## Instructions for the task
Write each line again exactly as it is, from the opening line of the records below through the one containing "use crate::record;", and add nothing.

(Records drawn from a dataset)
··········
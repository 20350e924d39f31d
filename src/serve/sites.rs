//! The site pages: a site's items ranked as `check` ranks them, a worksheet made for an
//! item and written to the records folder under the command line's names and rules, and
//! the download of the records this server wrote.

use axum::extract::rejection::FormRejection;
use axum::extract::{Path, State};
use axum::http::{header, StatusCode};
use axum::response::{IntoResponse, Response};
use axum::Form;
use maud::{html, Markup};

use super::pages;
use super::routes::{blocking, AppState};
use crate::caution::deferral;
use crate::cli::api::Refusal;
use crate::cli::records::{self, Ranked};
use crate::cli::Failure;
use crate::gas::ModelKind;
use crate::record;
use crate::report::html::{banners, page};
use crate::report::Paper;
use crate::site::{EquipmentKind, Site};
use crate::template::{self, Template};
use crate::units::Display;
use crate::worksheet::Meta;

/// The site at index `n` in the path, if there is one.
fn site_index(s: &AppState, n: &str) -> Option<usize> {
    n.parse::<usize>()
        .ok()
        .filter(|&i| i < s.config.sites.len())
}

/// The templates offered for an item of `kind`: its kind's built-in ones, then those given
/// with `--templates`, its default first.
fn templates_for(s: &AppState, kind: EquipmentKind) -> Vec<Template> {
    let default = template::default_for(kind);
    let mut out: Vec<Template> = template::BUILT_IN
        .iter()
        .filter_map(|(name, _)| template::built_in(name).ok())
        .chain(s.config.templates.iter().cloned())
        .filter(|t| t.equipment == kind)
        .collect();
    out.sort_by_key(|t| t.name != default);
    out
}

/// What a worksheet form refused, for the item it was for.
struct Refused<'a> {
    tag: String,
    refusal: Refusal,
    pairs: &'a [(String, String)],
}

pub(super) async fn site_page(State(s): State<AppState>, Path(n): Path<String>) -> Response {
    let Some(i) = site_index(&s, &n) else {
        return pages::not_found();
    };
    ranked_page(s, i, StatusCode::OK, None).await
}

async fn ranked_page(
    s: AppState,
    i: usize,
    status: StatusCode,
    refused: Option<Refused<'_>>,
) -> Response {
    let shared = s.clone();
    let ranked =
        match blocking(move || records::ranked(&shared.config.sites[i], ModelKind::Real)).await {
            Ok(Ok(r)) => r,
            Ok(Err(f)) => return failed(f),
            Err(response) => return response,
        };
    let site = &s.config.sites[i];
    pages::respond(
        status,
        page(
            &site.name,
            site_body(&s, i, site, &ranked, refused.as_ref()),
        ),
    )
}

fn failed(f: Failure) -> Response {
    let message = match f {
        Failure::Input(e) => e.to_string(),
        Failure::File(e) => e.to_string(),
        Failure::Refused(m) | Failure::Internal(m) => m,
    };
    pages::failure(StatusCode::INTERNAL_SERVER_ERROR, &message)
}

fn site_body(
    s: &AppState,
    i: usize,
    site: &Site,
    ranked: &[Ranked],
    refused: Option<&Refused<'_>>,
) -> Markup {
    let d = Display {
        system: site.units,
        ambient: site.ambient,
    };
    // The deferral once, at the end, not under every item.
    let last = deferral();
    html! {
        p.subtitle { (site.location) " — " (ranked.len()) " item(s), ranked by hazard (decision, then the highest signal word, then the stored energy)" }
        table.ranked {
            thead { tr { th { "Tag" } th { "Kind" } th { "Gas" } th { "Decision" } th { "Highest" } th { "Stored energy" } } }
            tbody {
                @for r in ranked {
                    tr {
                        td { a href={ "#item-" (record::slug(&r.tag)) } { (r.tag) } }
                        td { (kind_word(r.kind)) }
                        td { (r.gas) }
                        td { (r.verdict.decision.word()) }
                        td { (r.highest_level.word()) }
                        td { (d.energy(r.stored_energy_j)) }
                    }
                }
            }
        }
        @for r in ranked {
            section id={ "item-" (record::slug(&r.tag)) } {
                h2 { (r.tag) " — " (r.verdict.decision.word()) }
                (crate::report::html::item_verdict(&r.verdict, &d))
                (banners(r.cautions.iter().filter(|c| **c != last), &d))
                (worksheet_form(s, i, site, r, refused.filter(|f| f.tag == r.tag)))
            }
        }
        (banners([&last].into_iter(), &d))
    }
}

fn kind_word(kind: EquipmentKind) -> &'static str {
    match kind {
        EquipmentKind::Vessel => "vessel",
        EquipmentKind::Cylinder => "cylinder",
    }
}

fn worksheet_form(
    s: &AppState,
    i: usize,
    site: &Site,
    r: &Ranked,
    refused: Option<&Refused<'_>>,
) -> Markup {
    if s.config.records.is_none() {
        return html! { p.no-print { "To make worksheets here, start the server with a records folder (" code { "--records DIR" } ")." } };
    }
    let id = record::slug(&r.tag);
    let given = |name: &str| {
        refused
            .and_then(|f| f.pairs.iter().find(|(k, _)| k == name))
            .map_or(String::new(), |(_, v)| v.clone())
    };
    let error = |name: &str| {
        refused
            .filter(|f| f.refusal.option == name)
            .map(|f| f.refusal.message.clone())
    };
    // The date the worksheet takes when the field is left empty, shown as a placeholder.
    let now = chrono::Utc::now()
        .with_timezone(&site.time_zone)
        .format("%Y-%m-%dT%H:%M:%S%:z")
        .to_string();
    let field = |name: &str, label: &str, hint: &str| {
        let fid = format!("{id}-{name}");
        let err = error(name);
        html! {
            div class={ "field" @if err.is_some() { " refused" } } {
                label for=(fid) { (label) }
                div.control { input type="text" id=(fid) name=(name) value=(given(name)) placeholder=[(name == "date").then_some(now.as_str())] autocomplete="off" aria-describedby={ (fid) "-hint" }; }
                @if let Some(m) = err { p.error role="alert" { (m) } }
                p.hint id={ (fid) "-hint" } { (hint) }
            }
        }
    };
    let templates = templates_for(s, r.kind);
    // A site in US units is most likely printed on US Letter.
    let letter = match given("paper").as_str() {
        "" => site.units == crate::units::UnitSystem::Us,
        paper => paper == "letter",
    };
    html! {
        form method="post" action={ "/site/" (i) "/worksheet" } {
            fieldset {
                legend { "Worksheet for " (r.tag) }
                input type="hidden" name="tag" value=(r.tag);
                @if let Some(f) = refused.filter(|f| !["work_order", "prepared_by", "date"].contains(&f.refusal.option.as_str())) {
                    p.refusal role="alert" { (f.refusal.message) }
                }
                div.field {
                    label for={ (id) "-template" } { "Template" }
                    div.control {
                        select id={ (id) "-template" } name="template" {
                            @for t in &templates { option value=(t.name) selected[given("template") == t.name] { (t.name) " — " (t.title) } }
                        }
                    }
                }
                (field("work_order", "Work order", "The work order the worksheet is attached to (letters, digits, - and _); it names the files."))
                (field("prepared_by", "Prepared by", "The name of the person preparing the worksheet."))
                (field("date", "Date and time", "RFC 3339, e.g. 2026-03-14T09:30:00+01:00; left empty: now, in the site's time zone."))
                div.field {
                    label for={ (id) "-paper" } { "Paper" }
                    div.control {
                        select id={ (id) "-paper" } name="paper" {
                            option value="a4" { "A4" }
                            option value="letter" selected[letter] { "US Letter" }
                        }
                    }
                }
                p { button type="submit" { "Make the worksheet" } }
            }
        }
    }
}

pub(super) async fn make_worksheet(
    State(s): State<AppState>,
    Path(n): Path<String>,
    submitted: Result<Form<Vec<(String, String)>>, FormRejection>,
) -> Response {
    let Some(i) = site_index(&s, &n) else {
        return pages::not_found();
    };
    let pairs = match submitted {
        Ok(Form(pairs)) => pairs,
        Err(e) => return pages::failure(e.status(), &e.body_text()),
    };
    let Some(dir) = s.config.records.clone() else {
        return pages::failure(
            StatusCode::CONFLICT,
            "This server was started without a records folder (--records DIR), so it makes no worksheets.",
        );
    };
    let get = |name: &str| {
        pairs
            .iter()
            .find(|(k, _)| k == name)
            .map_or("", |(_, v)| v.trim())
    };
    let site = &s.config.sites[i];
    let tag = get("tag").to_string();
    let Some(item_index) = site.equipment.iter().position(|e| e.tag() == tag) else {
        return pages::failure(
            StatusCode::BAD_REQUEST,
            "No item with this tag on the site.",
        );
    };
    let item = &site.equipment[item_index];
    let checked = (|| {
        let template = templates_for(&s, item.kind())
            .into_iter()
            .find(|t| t.name == get("template"))
            .ok_or_else(|| {
                Refusal::new(
                    "template",
                    get("template"),
                    "not a template offered for this item; accepted: one of the list".into(),
                )
            })?;
        let work_order = Some(get("work_order")).filter(|w| !w.is_empty());
        if let Some(w) = work_order {
            record::check_name(w).map_err(|m| Refusal::new("work_order", w, m))?;
        }
        let prepared_by = Some(get("prepared_by")).filter(|w| !w.is_empty());
        if let Some(p) = prepared_by {
            record::check_text(p, records::MAX_PREPARER)
                .map_err(|m| Refusal::new("prepared_by", p, m))?;
        }
        let given = Some(get("date"))
            .filter(|d| !d.is_empty())
            .map(|d| records::parse_date(d).map_err(|m| Refusal::new("date", d, m)))
            .transpose()?;
        let date = records::worksheet_date(given, site.time_zone).map_err(|f| match f {
            Failure::Refused(m) => Refusal::new("date", "", m),
            other => Refusal::new("date", "", format!("{other:?}")),
        })?;
        let paper = if get("paper") == "letter" {
            Paper::Letter
        } else {
            Paper::A4
        };
        Ok::<_, Refusal>((
            template,
            Meta {
                work_order: work_order.map(str::to_string),
                prepared_by: prepared_by.map(str::to_string),
                date,
            },
            paper,
        ))
    })();
    let (template, meta, paper) = match checked {
        Ok(c) => c,
        Err(refusal) => {
            return ranked_page(
                s.clone(),
                i,
                StatusCode::BAD_REQUEST,
                Some(Refused {
                    tag,
                    refusal,
                    pairs: &pairs,
                }),
            )
            .await;
        }
    };
    let shared = s.clone();
    let made = blocking(move || {
        let site = &shared.config.sites[i];
        records::made(
            &crate::worksheet::Memo::default(),
            site,
            &site.equipment[item_index],
            &template,
            &meta,
            paper,
            ModelKind::Real,
        )
    })
    .await;
    let made = match made {
        Ok(Ok(m)) => m,
        Ok(Err(f)) => return failed(f),
        Err(response) => return response,
    };
    let names = [format!("{}.pdf", made.stem), format!("{}.json", made.stem)];
    let written = blocking({
        let dir = dir.clone();
        let (pdf, json, names) = (made.pdf, made.json, names.clone());
        move || {
            let batch = record::Batch::open(&dir, record::Mode::Complete);
            batch
                .and_then(|b| {
                    b.add(&names[1], 0, json.as_bytes())?;
                    b.add(&names[0], 1, &pdf)?;
                    b.commit()
                })
            .map_err(|e| match e {
                record::RecordError::Exists(p) => format!(
                    "{} is already in the records folder and holds a different record; records are never overwritten: give another work order or date",
                    p.file_name().map_or_else(String::new, |n| n.to_string_lossy().into_owned())
                ),
                other => other.to_string(),
            })
        }
    })
    .await;
    match written {
        Ok(Ok(_)) => {}
        Ok(Err(message)) => return pages::failure(StatusCode::CONFLICT, &message),
        Err(response) => return response,
    }
    if let Ok(mut set) = s.written.lock() {
        set.extend(names.iter().cloned());
    }
    let d = Display {
        system: site.units,
        ambient: site.ambient,
    };
    pages::respond(
        StatusCode::OK,
        page(
            &format!("Worksheet for {tag}"),
            html! {
                (crate::report::html::verdict(&made.verdict, &d))
                p { "Highest caution on the worksheet: " (made.highest.word()) "." }
                p { "Written to the records folder, never over an existing record:" }
                ul {
                    li { a href={ "/records/" (names[0]) } download { (names[0]) } " (the worksheet to print and sign)" }
                    li { a href={ "/records/" (names[1]) } download { (names[1]) } " (its JSON record)" }
                }
                (banners([&deferral()].into_iter(), &d))
                p { a href={ "/site/" (i) } { "Back to " (site.name) } }
            },
        ),
    )
}

/// A record this server wrote, by its file name; anything else is not found.
pub(super) async fn record_file(State(s): State<AppState>, Path(name): Path<String>) -> Response {
    let known = s
        .written
        .lock()
        .map(|set| set.contains(&name))
        .unwrap_or(false);
    let (Some(dir), true) = (s.config.records.clone(), known) else {
        return pages::not_found();
    };
    let content_type = if name.ends_with(".pdf") {
        "application/pdf"
    } else {
        "application/json"
    };
    let path = dir.join(&name);
    match blocking(move || std::fs::read(path)).await {
        Ok(Ok(bytes)) => (
            StatusCode::OK,
            [
                (header::CONTENT_TYPE, content_type.to_string()),
                // The names are slugs and a date: nothing to quote.
                (
                    header::CONTENT_DISPOSITION,
                    format!("attachment; filename=\"{name}\""),
                ),
            ],
            bytes,
        )
            .into_response(),
        Ok(Err(_)) => pages::not_found(),
        Err(response) => response,
    }
}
··········
## Completed exercise
repository 20350e924d39f31d
filename src/serve/sites.rs
//! The site pages: a site's items ranked as `check` ranks them, a worksheet made for an
//! item and written to the records folder under the command line's names and rules, and
//! the download of the records this server wrote.

use axum::extract::rejection::FormRejection;
use axum::extract::{Path, State};
use axum::http::{header, StatusCode};
use axum::response::{IntoResponse, Response};
use axum::Form;
use maud::{html, Markup};

use super::pages;
use super::routes::{blocking, AppState};
use crate::caution::deferral;
use crate::cli::api::Refusal;
use crate::cli::records::{self, Ranked};
use crate::cli::Failure;
use crate::gas::ModelKind;
use crate::record;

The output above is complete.